Your objective
Go from the first line below to the one with "found = re.findall(r'<(?:\w+:)?comment" and print each line exactly.

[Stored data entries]
- - -

@pytest.mark.parametrize("path", LISTS, ids=lambda path: path.stem)
def test_lists(path: Path, tmp_path: Path) -> None:
    after = tmp_path / path.name
    marks = {
        sheet.name: {
            (row, column): mark() for row in range(0, len(sheet.rows), 7) for column in range(0, sheet.width, 3)
        }
        for sheet in read_file(path)
    }
    found = write_marked_copy(path, after, marks, author="Ferrule")
    assert found.unmarked == ()
    assert_untouched(path, after)
    assert_in_order(after)


# --- comments that stand there ----------------------------------------------------------------------------------

OF_THE_USER = (
    '<authors><author>T. Brand</author></authors><commentList><comment ref="{}" authorId="0">{}</comment></commentList>'
)
SAID = "RNG02 fault\nmore &lt;b&gt; &amp; such"
ADDED = "\n\nFerrule:\n" + SAID


def copied(folder: Path, data: bytes, marks: dict[tuple[int, int], Mark], **more: Any) -> tuple[MarkedCopy, Path]:
    before = folder / "before.xlsx"
    before.write_bytes(data)
    after = folder / "after.xlsx"
    return write_marked_copy(before, after, {"Sheet1": marks}, author="Ferrule", **more), after


def part(path: Path, name: str) -> str:
    with zipfile.ZipFile(path) as package:
        return package.read(name).decode()


def said_in(comments: str) -> dict[str, str]:
    """The texts of a part of comments, by cell, markup as it stands there."""
    found = re.findall(r'<(?:\w+:)?comment ref="([^"]*)"[^>]*>(.*?)</(?:\w+:)?comment>', comments, re.DOTALL)
    return {cell: "".join(re.findall(r"<(?:\w+:)?t(?: [^>]*)?>([^<]*)</", text)) for cell, text in found}


@pytest.mark.parametrize(
    ("text", "stands"),
    [
        ("<text><t>Why 16?</t></text>", "Why 16?"),
        ('<text><t xml:space="preserve"> Why 16? </t></text>', " Why 16? "),
        ("<text><r><rPr><b/></rPr><t>Why</t></r><r><t> 16?</t></r></text>", "Why 16?"),
        ("<text><r><t>Why</t></r><rPh sb='0' eb='1'><t>W</t></rPh><phoneticPr fontId='1'/></text>", "Why"),
        ("<text/>", ""),
        ("", ""),
    ],
)
def test_beneath_a_comment_that_stands_there(text: str, stands: str, tmp_path: Path) -> None:
    data = beside(OF_THE_USER.format("C2", text))
    found, after = copied(tmp_path, data, {(1, 2): mark()})
    assert found == MarkedCopy(cells=1, sheets=1)
    comments = part(after, "xl/comments1.xml")
    said = re.sub(r"<rPh.*?</rPh>", "", comments)
    assert said_in(said) == {"C2": stands + ADDED}
    assert comments.count("<comment ") == 1
    assert "<author>T. Brand</author><author>Ferrule</author>" in comments
    parsed(comments)
    # The box is made higher by what is added, and nothing else of the drawing is changed.
    boxes = part(after, "xl/drawings/vmlDrawing1.vml")
    (anchor,) = re.findall("<x:Anchor>(.*?)</x:Anchor>", boxes)
    assert anchor.startswith("3, 15, 0, 10, 5, 15, ")
    assert int(anchor.split(", ")[6]) > 4
    assert boxes.replace(anchor, "3, 15, 0, 10, 5, 15, 4, 4") == VML


def test_beside_a_comment_that_stands_there(tmp_path: Path) -> None:
    data = beside(OF_THE_USER.format("C2", "<text><t>Why 16?</t></text>"))
    found, after = copied(tmp_path, data, {(1, 0): mark()})
    assert found == MarkedCopy(cells=1, sheets=1)
    assert said_in(part(after, "xl/comments1.xml")) == {"C2": "Why 16?", "A2": SAID}
    boxes = part(after, "xl/drawings/vmlDrawing1.vml")
    assert re.findall(r'id="_x0000_s(\d+)"', boxes) == ["1025", "2049"]
    assert 'data="1,2"' in boxes
    assert boxes.count("<v:shapetype") == 1
    assert boxes.startswith(VML[: VML.index('1"/>')])


def test_more_boxes_than_one_drawing_is_numbered_for(tmp_path: Path) -> None:
    marks = {(row, 1): mark() for row in range(1, 2501)}
    _, after = copied(tmp_path, beside(OF_THE_USER.format("C2", "<text><t>Why</t></text>")), marks)
    boxes = part(after, "xl/drawings/vmlDrawing1.vml")
    numbers = [int(number) for number in re.findall(r'id="_x0000_s(\d+)"', boxes)]
    clusters = [int(number) for number in re.findall(r'data="([^"]*)"', boxes)[0].split(",")]
    assert len(set(numbers)) == len(numbers) == 2501
    assert clusters == [1, 2, 3, 4]
    assert {number // 1024 for number in numbers} == set(clusters)


def test_comments_without_boxes_get_theirs(tmp_path: Path) -> None:
    _, after = copied(
        tmp_path, beside(OF_THE_USER.format("C2", "<text><t>Why</t></text>"), boxes=None), {(1, 0): mark()}
    )
    boxes = part(after, "xl/drawings/vmlDrawing1.vml")
    assert re.findall(r"<x:Row>(\d+)</x:Row><x:Column>(\d+)</x:Column>", boxes) == [("1", "0"), ("1", "2")]
    assert_in_order(after)


def test_boxes_of_controls_without_comments(tmp_path: Path) -> None:
    control = VML.replace('"Note"', '"Checkbox"')
    found, after = copied(tmp_path, beside(None, boxes=control), {(1, 0): mark()})
    assert found == MarkedCopy(cells=1, sheets=1)
    boxes = part(after, "xl/drawings/vmlDrawing1.vml")
    assert boxes.startswith(control[: control.index("</xml>")].replace('data="1"', 'data="1,2"'))
    assert said_in(part(after, "xl/comments1.xml")) == {"A2": SAID}
    assert part(after, "xl/worksheets/sheet1.xml").count("legacyDrawing") == 1


def test_merged_cells_have_one_comment(tmp_path: Path) -> None:
    data = made(worksheet(PLAIN_ROWS, after='<mergeCells><mergeCell ref="E2:F40"/></mergeCells>'))
    marks = {
        (row, 4 + row % 2): mark(f"said {row // 2}", BLUE if row != 9 else RED, 1 - (row == 9)) for row in range(1, 25)
    }
    found, after = copied(tmp_path, data, marks)
    assert found == MarkedCopy(cells=1, sheets=1)
    said = said_in(part(after, "xl/comments1.xml"))
    assert list(said) == ["E2"]
    # The worst first, each text once, and no more than can be read.
    assert re.findall(r"said \d+", said["E2"]) == [f"said {number}" for number in (4, 0, 1, 2, 3, 5, 6, 7)]
    assert said["E2"].endswith("\n\nand more at 5 of the cells merged here")
    assert openpyxl.load_workbook(after).worksheets[0]["E2"].fill.start_color.rgb[2:] == RED.pale


# --- threads ----------------------------------------------------------------------------------------------------

ROOT_ID, PERSON = "{0C6B1F0A-0000-4000-8000-000000000001}", "{0C6B1F0A-0000-4000-8000-00000000000A}"
THREAD = (
    f'<threadedComment ref="C2" dT="2026-03-04T05:06:07.00" personId="{PERSON}" id="{ROOT_ID}"><text>Why 16?</text>'
    "</threadedComment>"
)
BRAND = f'<person displayName="T. Brand" id="{PERSON}" userId="tb" providerId="None"/>'
STANDS_FOR_THREAD = (
    f'<authors><author>tc={ROOT_ID}</author></authors><commentList><comment ref="C2" authorId="0"><text><t>'
    f"{NOT_READ_HERE}</t></text></comment></commentList>"
)


def test_a_thread_gets_a_reply(tmp_path: Path) -> None:
    data = beside(STANDS_FOR_THREAD, threads=THREAD, persons=BRAND)
    found, after = copied(tmp_path, data, {(1, 2): mark(), (1, 0): mark()})
    assert found == MarkedCopy(cells=2, sheets=1)
    threads = parsed(part(after, "xl/threadedComments/threadedComment1.xml"))
    first, reply = threads
    assert (first.get("id"), "".join(first.itertext())) == (ROOT_ID, "Why 16?")
    assert "".join(reply.itertext()) == "RNG02 fault\nmore <b> & such"
    assert (reply.get("ref"), reply.get("parentId"), reply.get("dT")) == ("C2", ROOT_ID, first.get("dT"))
    person = parsed(part(after, "xl/persons/person.xml"))[1]
    assert (person.get("displayName"), person.get("id")) == ("Ferrule", reply.get("personId"))
    assert said_in(part(after, "xl/comments1.xml")) == {"C2": NOT_READ_HERE + ADDED, "A2": SAID}
    assert read_file(after)[0].comments == {
        (1, 2): "T. Brand: Why 16?\nFerrule: RNG02 fault\nmore <b> & such",
        (1, 0): "Ferrule: RNG02 fault\nmore <b> & such",
    }


# --- a copy of a copy -------------------------------------------------------------------------------------------

GREEN = Fill(pale="C6E7C8", dark="1E5B24")
MENDED = Mark(fill=GREEN, text=(Passage("Mended."),))


def test_a_copy_that_is_marked_again(tmp_path: Path) -> None:
    """What an earlier copy said gives way: where it is said again, and where it is mended."""
    data = beside(OF_THE_USER.format("C2", "<text><t>Why 16?</t></text>"))
    _, once = copied(tmp_path, data, {(1, 2): mark(), (1, 0): mark("first"), (5, 1): mark("stays")}, mended=MENDED)
    found, twice = copied(tmp_path, once.read_bytes(), {(1, 2): mark("new"), (5, 1): mark("stays")}, mended=MENDED)
    assert found == MarkedCopy(cells=2, sheets=1)
    more = "\nmore &lt;b&gt; &amp; such"
    assert said_in(part(twice, "xl/comments1.xml")) == {
        "C2": f"Why 16?\n\nFerrule:\nnew{more}", "A2": "Mended.", "B6": f"stays{more}",
    }  # fmt: skip
    looks = openpyxl.load_workbook(twice).worksheets[0]
    assert [looks[cell].fill.start_color.rgb[2:] for cell in ("C2", "A2", "B6")] == [RED.pale, GREEN.pale, RED.pale]
    assert part(twice, "xl/drawings/vmlDrawing1.vml").count("<v:shape ") == 3
    # Marked again in the same way nothing changes any more, and without marks all of it is mended.
    _, thrice = copied(tmp_path, twice.read_bytes(), {(1, 2): mark("new"), (5, 1): mark("stays")}, mended=MENDED)
    assert raw(thrice)["xl/comments1.xml"] == raw(twice)["xl/comments1.xml"]
    found, last = copied(tmp_path, twice.read_bytes(), {}, mended=MENDED)
    assert found == MarkedCopy(cells=0, sheets=0) or found.sheets == 1
    assert said_in(part(last, "xl/comments1.xml")) == {
        "C2": "Why 16?\n\nFerrule:\nMended.", "A2": "Mended.", "B6": "Mended.",
    }  # fmt: skip


def test_a_thread_that_is_replied_to_again(tmp_path: Path) -> None:
    data = beside(STANDS_FOR_THREAD, threads=THREAD, persons=BRAND)
    _, once = copied(tmp_path, data, {(1, 2): mark("first")}, mended=MENDED)
    _, twice = copied(tmp_path, once.read_bytes(), {(1, 2): mark("second")}, mended=MENDED)
    assert read_file(twice)[0].comments[1, 2] == "T. Brand: Why 16?\nFerrule: second\nmore <b> & such"
    assert part(twice, "xl/persons/person.xml").count("Ferrule") == 2  # one person, by name and by user


# --- what cannot be marked --------------------------------------------------------------------------------------


IT = "it, or a part beside it,"


@pytest.mark.parametrize(
    ("data", "reason"),
    [
        (
            beside(OF_THE_USER.format("C2", "<text>"), boxes=VML),
            IT + " is not well-formed XML: mismatched tag, line 1, ",
        ),
        (
            beside(OF_THE_USER.format("C2", ""), boxes="<html>"),
            IT + " is no drawing of comments that can be added to",
        ),
        (beside("<authors/>"), IT + " is no part of comments"),
        (made(PLAIN, **{"xl/styles.xml": "<styleSheet"}), None),
        (made(PLAIN, **{"[Content_Types].xml": None}), None),
        (made(PLAIN, **{"[Content_Types].xml": "<other/>"}), None),
        (
            beside(OF_THE_USER.format("C2", "")).replace(b"vmlDrawing1", b"vmlDrawing9"),
            "part xl/drawings/vmlDrawing1.vml is missing",
        ),
    ],
)
def test_what_cannot_be_marked_is_said(data: bytes, reason: str | None, tmp_path: Path) -> None:
    if reason is None:
        with pytest.raises(UnreadableFile):
            copied(tmp_path, data, {(1, 0): mark()})
        return
    found, after = copied(tmp_path, data, {(1, 0): mark()})
    assert (found.cells, found.sheets, len(found.unmarked)) == (0, 0, 1)
    sheet, said = found.unmarked[0]
    assert sheet == "Sheet1"
    assert said.startswith(reason)
    # What cannot be marked whole is not marked at all.
    assert raw(after) == raw(tmp_path / "before.xlsx")


def test_a_sheet_that_is_not_there(tmp_path: Path) -> None:
    before, after = tmp_path / "before.xlsx", tmp_path / "after.xlsx"
    before.write_bytes(made(PLAIN))
    found = write_marked_copy(before, after, {"Gone": MARKS}, author="Ferrule")
    assert found == MarkedCopy(cells=0, sheets=0, unmarked=(("Gone", "it is not in the workbook any more"),))


def test_a_signature_is_said(tmp_path: Path) -> None:
    data = with_parts(made(PLAIN), {"_xmlsignatures/sig1.xml": "<Signature/>"})
    found, after = copied(tmp_path, data, {(1, 0): mark()})
    assert found == MarkedCopy(cells=1, sheets=1, signed=True)
    assert raw(after)["_xmlsignatures/sig1.xml"] == raw(tmp_path / "before.xlsx")["_xmlsignatures/sig1.xml"]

- - -

Output for this task
@pytest.mark.parametrize("path", LISTS, ids=lambda path: path.stem)
def test_lists(path: Path, tmp_path: Path) -> None:
    after = tmp_path / path.name
    marks = {
        sheet.name: {
            (row, column): mark() for row in range(0, len(sheet.rows), 7) for column in range(0, sheet.width, 3)
        }
        for sheet in read_file(path)
    }
    found = write_marked_copy(path, after, marks, author="Ferrule")
    assert found.unmarked == ()
    assert_untouched(path, after)
    assert_in_order(after)


# --- comments that stand there ----------------------------------------------------------------------------------

OF_THE_USER = (
    '<authors><author>T. Brand</author></authors><commentList><comment ref="{}" authorId="0">{}</comment></commentList>'
)
SAID = "RNG02 fault\nmore &lt;b&gt; &amp; such"
ADDED = "\n\nFerrule:\n" + SAID


def copied(folder: Path, data: bytes, marks: dict[tuple[int, int], Mark], **more: Any) -> tuple[MarkedCopy, Path]:
    before = folder / "before.xlsx"
    before.write_bytes(data)
    after = folder / "after.xlsx"
    return write_marked_copy(before, after, {"Sheet1": marks}, author="Ferrule", **more), after


def part(path: Path, name: str) -> str:
    with zipfile.ZipFile(path) as package:
        return package.read(name).decode()


def said_in(comments: str) -> dict[str, str]:
    """The texts of a part of comments, by cell, markup as it stands there."""
    found = re.findall(r'<(?:\w+:)?comment ref="([^"]*)"[^>]*>(.*?)</(?:\w+:)?comment>', comments, re.DOTALL)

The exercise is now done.